----- Records for this exercise
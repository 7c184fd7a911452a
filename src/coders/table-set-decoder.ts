import { BitReader } from '../bits/bit-reader.ts';
import { type BitassayError, CorruptStreamError, LimitError } from '../errors/errors.ts';
import { newSymbolArray } from '../symbols/sequence.ts';
import type {
  CodedInput,
  Coder,
  Decoded,
  DecodeLimits,
  Decoder,
  Setup,
  Tables,
} from './contract.ts';
import { MessageWalk } from './message-frame.ts';
import { growSymbols } from './symbol-buffer.ts';

/** Reads each message's selector, then has that table's decoder read the one message where it stands. */
export function tableSetDecoder(
  coder: Coder,
  setup: Setup,
  sets: readonly Tables[],
  selectorBits: number,
  limits: DecodeLimits,
): Decoder {
  const decoders = sets.map((tables) => coder.decoder({ ...setup, tables }, limits));
  return { decode: (input) => decodeMessages(input, setup, decoders, selectorBits, limits) };
}

function decodeMessages(
  input: CodedInput,
  setup: Setup,
  decoders: readonly Decoder[],
  selectorBits: number,
  limits: DecodeLimits,
): Decoded {
  const { alphabetSize, lengths } = setup;
  const reader = new BitReader(input.bytes);
  // Checks what the framing grants; keeps the ends.
  const walk = new MessageWalk(reader, setup, input, limits);
  let symbols = newSymbolArray(alphabetSize, 0);
  let filled = 0;
  for (let i = 0; walk.open(); i++) {
    const granted = input.symbolCounts?.[i];
    const isEmpty =
      (lengths === 'known' && granted === 0) ||
      (lengths === 'link' && input.messageEndsBits![i] === reader.position);
    const table = isEmpty ? 0 : reader.readBits(selectorBits);
    if (table >= decoders.length) {
      throw new CorruptStreamError('a message names a table that is not in the set', {
        messageIndex: i,
        bitOffset: reader.position,
        expected: `below ${decoders.length}`,
        got: String(table),
      });
    }
    const start = reader.position;
    const { sequence, bitsConsumed } = decodeOne(decoders[table], i, {
      bytes: input.bytes,
      messageCount: 1,
      ...(lengths === 'link' ? { messageEndsBits: input.messageEndsBits!.subarray(i, i + 1) } : {}),
      ...(lengths === 'known' ? { symbolCounts: Uint32Array.of(granted!) } : {}),
      startOf: () => start,
    });
    const count = sequence.symbols.length;
    walk.book(count);
    symbols = growSymbols(symbols, alphabetSize, filled, count);
    symbols.set(sequence.symbols, filled);
    filled += count;
    walk.close(bitsConsumed);
  }
  return {
    sequence: {
      alphabetSize,
      symbols: symbols.subarray(0, filled),
      messageEnds: walk.messageEnds,
    },
    bitsConsumed: reader.position,
  };
}

/** What is wrong is told of the message's place in the unit; the decoder knows only the one. */
function decodeOne(decoder: Decoder, messageIndex: number, input: CodedInput): Decoded {
  try {
    return decoder.decode(input);
  } catch (error) {
    const place = (error as Partial<BitassayError>).where;
    if (error instanceof CorruptStreamError)
      throw new CorruptStreamError(error.message, { ...place, messageIndex });
    if (error instanceof LimitError)
      throw new LimitError(error.message, { ...place, messageIndex });
    throw error;
  }
}
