import { BitWriter } from '../bits/bit-writer.ts';
import { BugError } from '../errors/errors.ts';
import type { SymbolChunk } from '../symbols/sequence.ts';
import type { Coded, Coder, Encoder, Setup, Tables } from './contract.ts';
import { MessageLedger } from './message-ledger.ts';
import { writeBitsOf } from './stored-bits.ts';
import { MessageStore, messagesWhere, ownersOf, startOfMessage } from './table-set-messages.ts';

/** Gathers the unit; at its end codes it with every table, then each table's own messages once more, alone. */
export class TableSetEncoder implements Encoder {
  readonly #coder: Coder;
  readonly #setup: Setup;
  readonly #sets: readonly Tables[];
  readonly #selectorBits: number;
  readonly #store: MessageStore;

  constructor(coder: Coder, setup: Setup, sets: readonly Tables[], selectorBits: number) {
    this.#coder = coder;
    this.#setup = setup;
    this.#sets = sets;
    this.#selectorBits = selectorBits;
    this.#store = new MessageStore(setup.alphabetSize);
  }

  push(chunk: SymbolChunk): void {
    this.#store.push(chunk);
  }

  finish(): Coded {
    const messages = this.#store.finish();
    const { lengths, align } = this.#setup;
    const inner: Setup = { ...this.#setup, align: 1 };
    const owners = ownersOf(this.#coder, inner, this.#sets, messages);
    const parts = this.#sets.map((tables, table) => {
      const encoder = this.#coder.encoder({ ...inner, tables });
      encoder.push(messagesWhere(messages, (i) => owners[i] === table));
      return encoder.finish();
    });

    const writer = new BitWriter(
      parts.reduce((sum, { bytes }) => sum + bytes.length, owners.length + 64),
    );
    const ledger = new MessageLedger(align);
    const nextOf = new Uint32Array(parts.length);
    let codedBits = 0;
    for (let i = 0; i < owners.length; i++) {
      const { bytes, messageEndsBits } = parts[owners[i]];
      const at = nextOf[owners[i]]++;
      const from = at === 0 ? 0 : messageEndsBits[at - 1];
      const to = messageEndsBits[at];
      const isEmpty =
        (lengths === 'known' && messages.messageEnds[i] === startOfMessage(messages, i)) ||
        (lengths === 'link' && to === from);
      if (!isEmpty) {
        writer.writeBits(owners[i], this.#selectorBits);
        ledger.indexBits += this.#selectorBits;
      }
      writeBitsOf(writer, bytes, from, to);
      ledger.writtenBits += to - from;
      codedBits += to - from;
      ledger.close(writer);
    }
    return withAccountsOf(parts, codedBits, ledger.finish(writer));
  }
}

/** Books the coders' bits, so far all called written, on the lines where the coder itself books them. */
function withAccountsOf(parts: readonly Coded[], codedBits: number, all: Coded): Coded {
  const account = { ...all.account };
  account.writtenBits -= codedBits;
  let payloadBits = 0;
  let booked = 0;
  for (const part of parts) {
    payloadBits += part.payloadBits;
    for (const line of Object.keys(part.account) as (keyof typeof account)[]) {
      account[line] += part.account[line];
      booked += part.account[line];
    }
  }
  if (booked !== codedBits) {
    throw new BugError('the messages of all tables do not have the bits that were carried', {
      expected: `${codedBits} bits`,
      got: `${booked} bits`,
    });
  }
  return { ...all, account, payloadBits };
}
----------
- [What this task involves]: Count how many lines in the data contain the word "position". Reply with that number only.

- [Task response]: 4